Er nahm die Liste und sah sie lange und sehr genau an. Ich war mir aber sicher, dass er den Blick auf eine bestimmte Zeile geheftet hatte und diese unablässig ansah.

Dann gab er mir das Blatt zurück und sagte: »Wepl - o. k. Deine Legende gefällt mir. Doch alles Weitere ist schlecht. Du hast dir weismachen lassen, dass Abalkin keine Freunde hatte. Das stimmt aber nicht. Tristan ist sein Freund gewesen, obwohl du in der Akte nichts darüber findest. Such. Und diese Glumowa … auch gut. Wenn es zwischen den beiden eine Liebesverbindung gab, ist das eine Chance. Aber die Lekanowa lass sein. Das bringt nichts.«

»Aber sie wird ohnehin anrufen!«

»Wird sie nicht«, sagte er.

Ich sah ihn an. Seine grünen Augen schauten ruhig, ohne zu zwinkern, und ich begriff, dass er Recht hatte: Die Lekanowa würde nicht anrufen.

»Verzeihen Sie, Exzellenz«, sagte ich, »meinen Sie nicht, ich könnte dreimal so gut arbeiten, wenn ich wüsste, worum es geht?«

Ich war ganz sicher, er würde antworten: Nein, meine ich nicht. Meine Frage war also rein rhetorisch. Ich wollte ihm nur zeigen, dass mir die Heimlichtuerei um Lew Abalkin nicht entgangen war und dass sie mich störte.

Aber er sagte etwas anderes.

»Ich weiß nicht. Ich glaube, es würde nichts nützen. Vorläufig kann ich dir sowieso nichts sagen. Und ich will es auch nicht.«

»Ein Persönlichkeitsgeheimnis?«, fragte ich.

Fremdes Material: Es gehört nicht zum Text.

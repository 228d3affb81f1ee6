import { describe, expect, it } from "vitest";
import { inventedSummary } from "@shared/schemas/__tests__/fixtures/invented-summary";
import type { SummaryBranchDto } from "@shared/schemas/review";
import { dampingAxisRange } from "@/lib/damping-frame";
import { dampingFigure } from "@/features/summaries/utils/summary-figures";

/**
 * Invented branches: heave damping growing to 40 %, a torsion branch crossing zero at 60 m/s, and a branch that
 * becomes a real pole (f = 0, ζ = ±1) above 80 m/s.
 */
function inventedBranches(): SummaryBranchDto[] {
  const speeds = Array.from({ length: 51 }, (_, i) => i * 2);
  return [
    { id: "V1", steps: speeds.map((u) => ({ speed: u, frequency: 0.12, damping: 0.005 + 0.004 * u })) },
    { id: "T1", steps: speeds.map((u) => ({ speed: u, frequency: 0.3, damping: 0.01 * (1 - u / 60) })) },
    {
      id: "V2",
      steps: speeds.map((u) => (u > 80 ? { speed: u, frequency: 0, damping: -1 } : { speed: u, frequency: 0.5, damping: 0.02 })),
    },
  ] as SummaryBranchDto[];
}

describe("summary damping plot", () => {
  const figure = dampingFigure(inventedSummary(), inventedBranches());
  const range = (figure.layout.yaxis as { range: [number, number] }).range;

  it("frames the plot around zero, so the flutter crossing is not flattened by large heave damping", () => {
    expect(range[0]).toBeLessThan(0);
    expect(range[1]).toBeGreaterThan(0);
    expect(range[1] - range[0]).toBeLessThan(25);
  });

  it("breaks the curve where a branch becomes a real pole", () => {
    const v2 = figure.data[2] as { x: number[]; y: (number | null)[] };
    expect(v2.y[v2.x.indexOf(80)]).toBeCloseTo(2);
    expect(v2.y[v2.x.indexOf(82)]).toBeNull();
    expect(v2.y.filter((y) => y === null)).toHaveLength(10);
  });

  it("uses the framing shared with the workspace's plot (src/lib/damping-frame) for the same poles", () => {
    expect(range).toEqual(dampingAxisRange(inventedBranches().flatMap((b) => b.steps)));
  });
});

»Ja«, sagte er. »Ein Persönlichkeitsgeheimnis.«



Aus dem Bericht Lew Abalkins

Gegen zehn Uhr hat sich die Marschordnung nun endgültig herausgebildet. Wir gehen in der Mitte der Straße: Voran, auf der Mittellinie, geht Wepl, links hinter ihm, ich. Normalerweise gehen wir dicht an den Häuserwänden entlang. Aber das mussten wir aufgeben, weil wir die Fußwege nicht benutzen können. Sie sind begraben unter herabgefallenem Putz, zerschlagenen Ziegeln, Scherben von Fensterglas und durchgerostetem Dachblech. Schon zweimal sind ohne ersichtlichen Grund Brocken aus Simsen herausgebrochen und uns beinahe auf den Kopf gefallen.

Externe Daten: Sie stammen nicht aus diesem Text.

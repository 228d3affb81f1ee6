import type { StudyAerodynamics } from "../../schemas/study";
import { derivativesFromProducts, emptyProducts } from "./derivative-products";
import { fritschCarlsonSlopes } from "./fritsch-carlson-slopes";
import type { AeroModel, DerivativeProducts } from "./types";

export type TabulatedAerodynamics = Extract<StudyAerodynamics, { model: "tabulated" }>;

const SERIES = ["H1", "H2", "H3", "H4", "A1", "A2", "A3", "A4"] as const;
/** Power of K in each product: K·H1*, K·H2*, K²·H3*, K²·H4*, K·A1*, K·A2*, K²·A3*, K²·A4*. */
const POWER = [1, 1, 2, 2, 1, 1, 2, 2] as const;
const TWO_PI = 2 * Math.PI;

/**
 * Flutter derivatives measured on a section model, tabulated against reduced velocity Ur = U/(fB) = 2π/K.
 *
 * Method: each derivative is interpolated in Ur, piecewise linearly or with the Fritsch–Carlson monotone
 * cubic (F. N. Fritsch & R. E. Carlson, SIAM J. Numer. Anal. 17(2), 1980); the products K·H1*, K²·H3*, …
 * are formed with K = 2π/Ur. Outside [Ur_min, Ur_max] the products are held at their values at the nearest
 * end (docs/conventions.md §Self-excited forces): quasi-steady-like behaviour at high Ur, and forces that vanish as U → 0 at low Ur.
 *
 * Notes: derivative arrays left out are zeros. The static moment slope is `staticMomentSlope` when given,
 * else K²·A3* at the largest Ur. Extrapolated values are unreliable: callers should warn when
 * `isExtrapolated(K)`. `products` allocates nothing and remembers the last interval (sweeps move slowly).
 * Values are in the study convention (full width B; h, L down; α, M nose-up; Scanlan & Tomko 1971 form).
 *
 * @param table - the study's tabulated aerodynamics (Ur > 0 strictly increasing, ≥ 2 rows, finite values)
 */
export function createTabulatedModel(table: TabulatedAerodynamics): AeroModel {
  const ur = Float64Array.from(table.reducedVelocity);
  const n = ur.length;
  checkTable(table, ur);
  const values = new Float64Array(8 * n);
  SERIES.forEach((name, j) => {
    const column = table[name];
    if (column) values.set(column, j * n);
  });
  const cubic = table.interpolation === "monotone-cubic";
  const slopes = new Float64Array(8 * n);
  if (cubic) {
    for (let j = 0; j < 8; j++) {
      fritschCarlsonSlopes(ur, values.subarray(j * n, (j + 1) * n), slopes.subarray(j * n, (j + 1) * n));
    }
  }
  const low = endProducts(values, n, 0, TWO_PI / ur[0]);
  const high = endProducts(values, n, n - 1, TWO_PI / ur[n - 1]);
  let interval = 0;

  function products(K: number, out: DerivativeProducts = emptyProducts()): DerivativeProducts {
    if (!(K >= 0) || K === Infinity) throw new RangeError(`reduced frequency K must be finite and ≥ 0 (got ${K})`);
    const u = TWO_PI / K; // Infinity at K = 0
    if (u >= ur[n - 1]) return write(out, high);
    if (u <= ur[0]) return write(out, low);
    if (!(ur[interval] <= u && u < ur[interval + 1])) interval = findInterval(ur, u);
    const i = interval;
    const h = ur[i + 1] - ur[i];
    const t = (u - ur[i]) / h;
    const k2 = K * K;
    let a0: number, a1: number, b0 = 0, b1 = 0;
    if (cubic) {
      const s = 1 - t;
      a0 = (1 + 2 * t) * s * s;
      a1 = t * t * (3 - 2 * t);
      b0 = h * t * s * s;
      b1 = -h * t * t * s;
    } else {
      a0 = 1 - t;
      a1 = t;
    }
    out.kH1 = K * blend(values, slopes, i, a0, a1, b0, b1);
    out.kH2 = K * blend(values, slopes, n + i, a0, a1, b0, b1);
    out.k2H3 = k2 * blend(values, slopes, 2 * n + i, a0, a1, b0, b1);
    out.k2H4 = k2 * blend(values, slopes, 3 * n + i, a0, a1, b0, b1);
    out.kA1 = K * blend(values, slopes, 4 * n + i, a0, a1, b0, b1);
    out.kA2 = K * blend(values, slopes, 5 * n + i, a0, a1, b0, b1);
    out.k2A3 = k2 * blend(values, slopes, 6 * n + i, a0, a1, b0, b1);
    out.k2A4 = k2 * blend(values, slopes, 7 * n + i, a0, a1, b0, b1);
    return out;
  }

  // a branch sitting on an end row (to the 1e-9 the tracker locates rows with) is not extrapolating
  const tolerance = 1e-9;
  return {
    kind: "tabulated",
    products,
    derivatives: (K) => derivativesFromProducts(K, products(K)),
    isExtrapolated: (K) => {
      const u = TWO_PI / K;
      return u < ur[0] * (1 - tolerance) || u > ur[n - 1] * (1 + tolerance);
    },
    staticMomentSlope: table.staticMomentSlope ?? high.k2A3,
    reducedVelocityRange: [ur[0], ur[n - 1]],
    reducedVelocityKnots: Array.from(ur),
  };
}

/** Hermite (or linear, with b0 = b1 = 0) blend of nodes `at`, `at + 1` of one series. */
function blend(values: Float64Array, slopes: Float64Array, at: number, a0: number, a1: number, b0: number, b1: number) {
  return a0 * values[at] + a1 * values[at + 1] + b0 * slopes[at] + b1 * slopes[at + 1];
}

function checkTable(table: TabulatedAerodynamics, ur: Float64Array): void {
  if (ur.length < 2) throw new RangeError(`a derivative table needs at least 2 rows (got ${ur.length})`);
  for (let i = 0; i < ur.length; i++) {
    if (!(ur[i] > 0) || !Number.isFinite(ur[i])) throw new RangeError(`reducedVelocity[${i}] must be finite and > 0`);
    if (i > 0 && !(ur[i] > ur[i - 1])) {
      throw new RangeError(`reducedVelocity[${i}] must exceed reducedVelocity[${i - 1}]`);
    }
  }
  for (const name of SERIES) {
    const column = table[name];
    if (!column) continue;
    if (column.length !== ur.length) throw new RangeError(`${name} has ${column.length} values for ${ur.length} rows`);
    column.forEach((value, i) => {
      if (!Number.isFinite(value)) throw new RangeError(`${name}[${i}] must be a finite number`);
    });
  }
  if (table.staticMomentSlope !== undefined && !Number.isFinite(table.staticMomentSlope)) {
    throw new RangeError("staticMomentSlope must be a finite number");
  }
}

function endProducts(values: Float64Array, n: number, row: number, K: number): DerivativeProducts {
  const p = POWER.map((power, j) => values[j * n + row] * (power === 1 ? K : K * K));
  return { kH1: p[0], kH2: p[1], k2H3: p[2], k2H4: p[3], kA1: p[4], kA2: p[5], k2A3: p[6], k2A4: p[7] };
}

function write(out: DerivativeProducts, from: DerivativeProducts): DerivativeProducts {
  out.kH1 = from.kH1;
  out.kH2 = from.kH2;
  out.k2H3 = from.k2H3;
  out.k2H4 = from.k2H4;
  out.kA1 = from.kA1;
  out.kA2 = from.kA2;
  out.k2A3 = from.k2A3;
  out.k2A4 = from.k2A4;
  return out;
}

/** Index i with ur[i] ≤ u < ur[i + 1], for ur[0] < u < ur[n − 1]. */
function findInterval(ur: Float64Array, u: number): number {
  let lo = 0;
  let hi = ur.length - 1;
  while (hi - lo > 1) {
    const mid = (lo + hi) >> 1;
    if (ur[mid] <= u) lo = mid;
    else hi = mid;
  }
  return lo;
}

Das Wetter ändert sich nicht. Der Himmel ist nach wie vor wolkenverhangen. Feuchter warmer Wind weht in Böen heran, treibt undefinierbaren Müll über die geborstene Straßendecke und kräuselt das stinkende Wasser in den schwarzen stehenden Pfützen. Mückenschwärme fallen uns an, zerstieben

Die Stadt ist gewiss schon seit langem verlassen. Der Mann, dem wir am Stadtrand begegnet sind, war ein Verrückter und nur zufällig hierhergeraten.

Eine Mitteilung der Gruppe Rem Sheltuchins: Er ist bisher noch niemandem begegnet, aber völlig begeistert von der Müllhalde. Er schwört, den Index der hiesigen Zivilisation bald bis auf die zweite Stelle genau bestimmen zu können. Ich versuche mir diese Müllhalde vorzustellen - gigantisch, ohne Anfang und Ende, die halbe Welt unter sich begrabend. Ich bekomme schlechte Laune und höre jetzt auf, darüber nachzudenken.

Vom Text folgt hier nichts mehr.